Where Alexander Came From. When it became clear that economic pressure would not dislodge Tito, the Cominform decided on a more drastic strategy. The new base of operations against Tito's Yugoslavia was to be Macedonia, the wild, barren stretch of country which is distinguished in history chiefly for sending Alexander the Great into the world.

Macedonia is divided among Greece, Bulgaria and Yugoslavia. The Cominform plan calls for the several parts to be united in a separate "free" Macedonian state (see map). This would isolate Yugoslavia by creating a link between Bulgaria and Albania (both loyal to Stalin), and provide a base from which well-organized Macedonian terrorists would try to foment rebellion within Tito's Yugoslavia. Last month the Communist Macedonian Peoples' Liberation front called for a "struggle to free the Macedonian people from Yugoslav and Greek domination." The Cominform's long-range goal was common knowledge, even in Belgrade: dismemberment of Yugoslavia into "sovereign" republics which would become part of a larger Balkan federation, probably headed by Bulgaria's Georgi Dimitrov.

The plan was bound to run into serious troubles. Not the least of these was the fact that all around Yugoslavia and throughout Eastern Europe, Titoism was breaking out like a fever rash.

Unhealthy Ambitions. Last September Poland's Vice Premier Wladislaw Gomulka fell into disgrace because he disagreed with Soviet economic plans for Poland. Next to go was Greece's Communist Boss

Markos Vafiades, who was ousted last February for deviation from the Moscow line. Last week, it was rumored that Hilary Minc, who had succeeded Gomulka as Poland's economic boss, was also on the skids. The most spectacular new outbreak of Titoism occurred in Georgi Dimitrov's own Bulgaria, where Deputy Premier Traicho Kostov was arrested last week with five high Communist officials and 300 lesser fry. Their crime: "Spying."

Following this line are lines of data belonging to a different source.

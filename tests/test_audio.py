"""Tests for takescribe.audio.load: formats, resampling, blockwise reading, the bad-input contract.

Outside references used here:
- librosa.load (soxr_hq resampling, mean down-mix) for every format/rate/channel combination;
- soundfile.info (libsndfile) for header fields;
- ISO 16 (A4 = 440 Hz) and librosa.hz_to_midi for the pitch/frequency mapping;
- the Standard MIDI File header chunk ("MThd", SMF 1.0 spec) for the MIDI magic bytes.
All signals are synthetic tones of our own invention.
"""

from __future__ import annotations

import math
import os
import tracemalloc
import warnings

import librosa
import numpy as np
import pytest
import soundfile as sf

from takescribe.audio import probe
from takescribe.audio.load import (
    release_samples,
    AudioInfo,
    TakescribeWarning,
    audio_info,
    load_audio,
    max_resolvable_pitch,
    validate_audio,
)
from takescribe.errors import AudioError, InputError

TONES_HZ = (220.0, 440.0, 1000.0)  # all below 4 kHz: every rate down to 8 kHz holds them


def chord(sr: int, seconds: float = 1.0) -> np.ndarray:
    """Three sines of our own choosing, peak below 0.6 (no clipping)."""
    t = np.arange(int(round(sr * seconds))) / sr
    return sum(0.2 * np.sin(2 * np.pi * f * t + k) for k, f in enumerate(TONES_HZ))


def write(path, y, sr, *, subtype=None, fmt=None):
    sf.write(path, y, sr, subtype=subtype, format=fmt)
    return path


@pytest.fixture
def clean_wav(tmp_path):
    return write(tmp_path / "take.wav", chord(44100, 1.0), 44100, subtype="PCM_16")


# ---------------------------------------------------------------------------
# formats and resampling


FORMAT_CASES = [
    # (format, subtype, extension, loss tolerance against the ideal signal)
    ("WAV", "PCM_16", "wav", 1e-4),
    ("WAV", "PCM_24", "wav", 1e-4),
    ("WAV", "PCM_32", "wav", 1e-4),
    ("WAV", "FLOAT", "wav", 1e-4),
    ("WAV", "DOUBLE", "wav", 1e-4),
    ("FLAC", "PCM_16", "flac", 1e-4),
    ("FLAC", "PCM_24", "flac", 1e-4),
    ("OGG", "VORBIS", "ogg", None),  # lossy: compared by correlation below
    ("AIFF", "PCM_16", "aiff", 1e-4),
]
RATES = (8000, 11025, 16000, 22050, 32000, 44100, 48000, 88200, 96000, 192000)
CHANNELS = (1, 2, 6)


def check_against_references(path, native_sr, tol, *, target_sr=22050):
    with warnings.catch_warnings():
        warnings.simplefilter("ignore", TakescribeWarning)  # 8 kHz warns; tested separately
        y, sr = load_audio(path, sr=target_sr)
    assert sr == target_sr and y.dtype == np.float32 and y.ndim == 1
    # reference library: librosa.load with its default soxr_hq resampler and mean down-mix
    ref, _ = librosa.load(path, sr=target_sr, mono=True)
    assert y.shape == ref.shape
    np.testing.assert_allclose(y, ref, atol=1e-5)
    # the same content at any rate/format: the ideal signal sampled directly at target_sr,
    # away from the resampler's start/end transients (0.1 s each side)
    ideal = chord(target_sr, len(y) / target_sr)[: len(y)]
    edge = int(0.1 * target_sr)
    inner, ideal_inner = y[edge:-edge], ideal[edge:-edge]
    if tol is None:
        assert np.corrcoef(inner, ideal_inner)[0, 1] > 0.99
    else:
        # 1e-4: about 3 steps of 16-bit quantisation (2**-15 = 3e-5) and far above soxr HQ's
        # 20-bit precision (soxr documentation); far below any audible difference
        assert np.max(np.abs(inner - ideal_inner)) < tol


@pytest.mark.parametrize("fmt,subtype,ext,tol", FORMAT_CASES, ids=[f"{c[0]}-{c[1]}" for c in FORMAT_CASES])
def test_formats_load_to_the_same_signal(tmp_path, fmt, subtype, ext, tol):
    path = write(tmp_path / f"take.{ext}", chord(44100), 44100, subtype=subtype, fmt=fmt)
    check_against_references(path, 44100, tol)


@pytest.mark.parametrize("native_sr", RATES)
def test_sample_rates_load_to_the_same_signal(tmp_path, native_sr):
    path = write(tmp_path / "take.wav", chord(native_sr), native_sr, subtype="PCM_24")
    check_against_references(path, native_sr, 1e-4)


@pytest.mark.parametrize("n_channels", CHANNELS)
def test_channels_mix_to_mono_by_mean(tmp_path, n_channels):
    gains = np.array([1.5, 0.5, 1.2, 0.8, 1.0, 1.0])[:n_channels]
    gains = gains / gains.mean()  # the mean of the channels is the chord itself
    y = chord(48000)[:, None] * gains[None, :]
    path = write(tmp_path / "take.flac", y, 48000, subtype="PCM_24")
    check_against_references(path, 48000, 1e-4)


def test_resampled_a4_keeps_its_frequency(tmp_path):
    # ISO 16: A4 = 440 Hz. Load at 44.1 kHz -> 22.05 kHz and find the spectral peak.
    native_sr = 44100
    t = np.arange(2 * native_sr) / native_sr
    path = write(tmp_path / "a4.wav", 0.5 * np.sin(2 * np.pi * 440.0 * t), native_sr, subtype="PCM_16")
    y, sr = load_audio(path, sr=22050)
    n_fft = 1 << 20  # zero-padded: 0.02 Hz bins
    spectrum = np.abs(np.fft.rfft(y * np.hanning(len(y)), n=n_fft))
    peak_hz = np.argmax(spectrum) * sr / n_fft
    assert abs(peak_hz - 440.0) <= 1.0


@pytest.mark.parametrize("native_sr,target_sr", [(44100, 22050), (48000, 22050), (22050, 22050), (8000, 16000)])
def test_blockwise_reading_equals_whole_file(tmp_path, native_sr, target_sr):
    path = write(tmp_path / "take.wav", np.stack([chord(native_sr, 1.3), -chord(native_sr, 1.3)[::-1]], 1),
                 native_sr, subtype="FLOAT")
    with warnings.catch_warnings():
        warnings.simplefilter("ignore", TakescribeWarning)
        tiny, _ = load_audio(path, sr=target_sr, block_frames=7)
        whole, _ = load_audio(path, sr=target_sr, block_frames=10**7)
        ref, _ = librosa.load(path, sr=target_sr, mono=True)  # reference library
    assert tiny.shape == whole.shape == ref.shape
    np.testing.assert_allclose(tiny, whole, atol=1e-5)
    np.testing.assert_allclose(tiny, ref, atol=1e-5)


def test_max_seconds_reads_the_start_only(tmp_path):
    path = write(tmp_path / "take.wav", chord(44100, 3.0), 44100, subtype="PCM_16")
    y, sr = load_audio(path, sr=22050, max_seconds=1.25)
    # librosa.load(duration=...) is the reference for "the first N seconds"
    ref, _ = librosa.load(path, sr=22050, duration=1.25)
    assert y.shape == ref.shape == (math.ceil(1.25 * 22050),)
    np.testing.assert_allclose(y, ref, atol=1e-5)


def test_long_file_holds_one_analysis_rate_copy(tmp_path):
    # 30 s of 44.1 kHz stereo: float64 stereo would be 21 MB, the float32 22.05 kHz result 2.6 MB.
    native_sr, seconds = 44100, 30.0
    t = np.arange(int(native_sr * seconds)) / native_sr
    y_native = (0.3 * np.sin(2 * np.pi * 330.0 * t)).astype(np.float32)
    path = write(tmp_path / "long.wav", np.stack([y_native, y_native], 1), native_sr, subtype="PCM_16")
    del t, y_native
    tracemalloc.start()
    try:
        y, _ = load_audio(path, sr=22050, block_frames=65536)
        _, peak = tracemalloc.get_traced_memory()
    finally:
        tracemalloc.stop()
    # one result + one block (65536 frames x 2 channels float32 and a few temporaries of it)
    block_bytes = 65536 * 2 * 4
    assert peak < y.nbytes + 8 * block_bytes, (peak, y.nbytes)


@pytest.mark.parametrize("offset", [0.0, 0.2])
def test_spilled_take_equals_the_in_memory_one(tmp_path, offset):
    # A take longer than spill_seconds lives in a temporary file: same samples as the in-memory
    # read (and librosa.load, the reference library), DC offset removed the same way, read-only.
    path = write(tmp_path / "take.wav", np.stack([chord(44100, 2.5) + offset] * 2, 1), 44100, subtype="FLOAT")
    with warnings.catch_warnings():
        warnings.simplefilter("ignore", TakescribeWarning)
        held, _ = load_audio(path, sr=22050)
        spilled, _ = load_audio(path, sr=22050, spill_seconds=1.0, block_frames=4096)
        short, _ = load_audio(path, sr=22050, spill_seconds=10.0)
    ref, _ = librosa.load(path, sr=22050, mono=True)  # reference library
    assert spilled.dtype == np.float32 and not spilled.flags.writeable
    assert short.flags.writeable  # shorter than spill_seconds: an ordinary array
    np.testing.assert_array_equal(spilled, held)
    np.testing.assert_allclose(spilled, ref - (np.mean(ref, dtype=np.float64) if offset else 0.0), atol=1e-5)


def test_released_samples_read_back_unchanged(tmp_path):
    path = write(tmp_path / "take.wav", chord(22050, 3.0), 22050, subtype="PCM_16")
    held, _ = load_audio(path)
    spilled, _ = load_audio(path, spill_seconds=0.5)
    for start, stop in [(0, 5000), (1234, 40000), (0, None), (60000, 10)]:
        release_samples(spilled, start, stop)
        np.testing.assert_array_equal(spilled, held)
    release_samples(spilled[100:], 0, 30000)  # a view of the mapped take
    np.testing.assert_array_equal(spilled, held)
    release_samples(held, 0, None)  # an in-memory array: nothing happens
    np.testing.assert_array_equal(held, load_audio(path)[0])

Last summer, when Kostov returned from a trade mission to Moscow, he still talked about the magnificent assistance Bulgaria could expect from her Soviet ally. But he soon found out that trade with Russia is a one-sided affair. He began to rebel against the slow, deliberate sacrifice of Bulgaria's economy to Russia. "He followed a policy which lacked sincerity and friendship toward the U.S.S.R.," said the Communists' bill of particulars against Kostov. "Comrade Kostov was moved by a conscious individualism [toward] unhealthy ambitions . . ."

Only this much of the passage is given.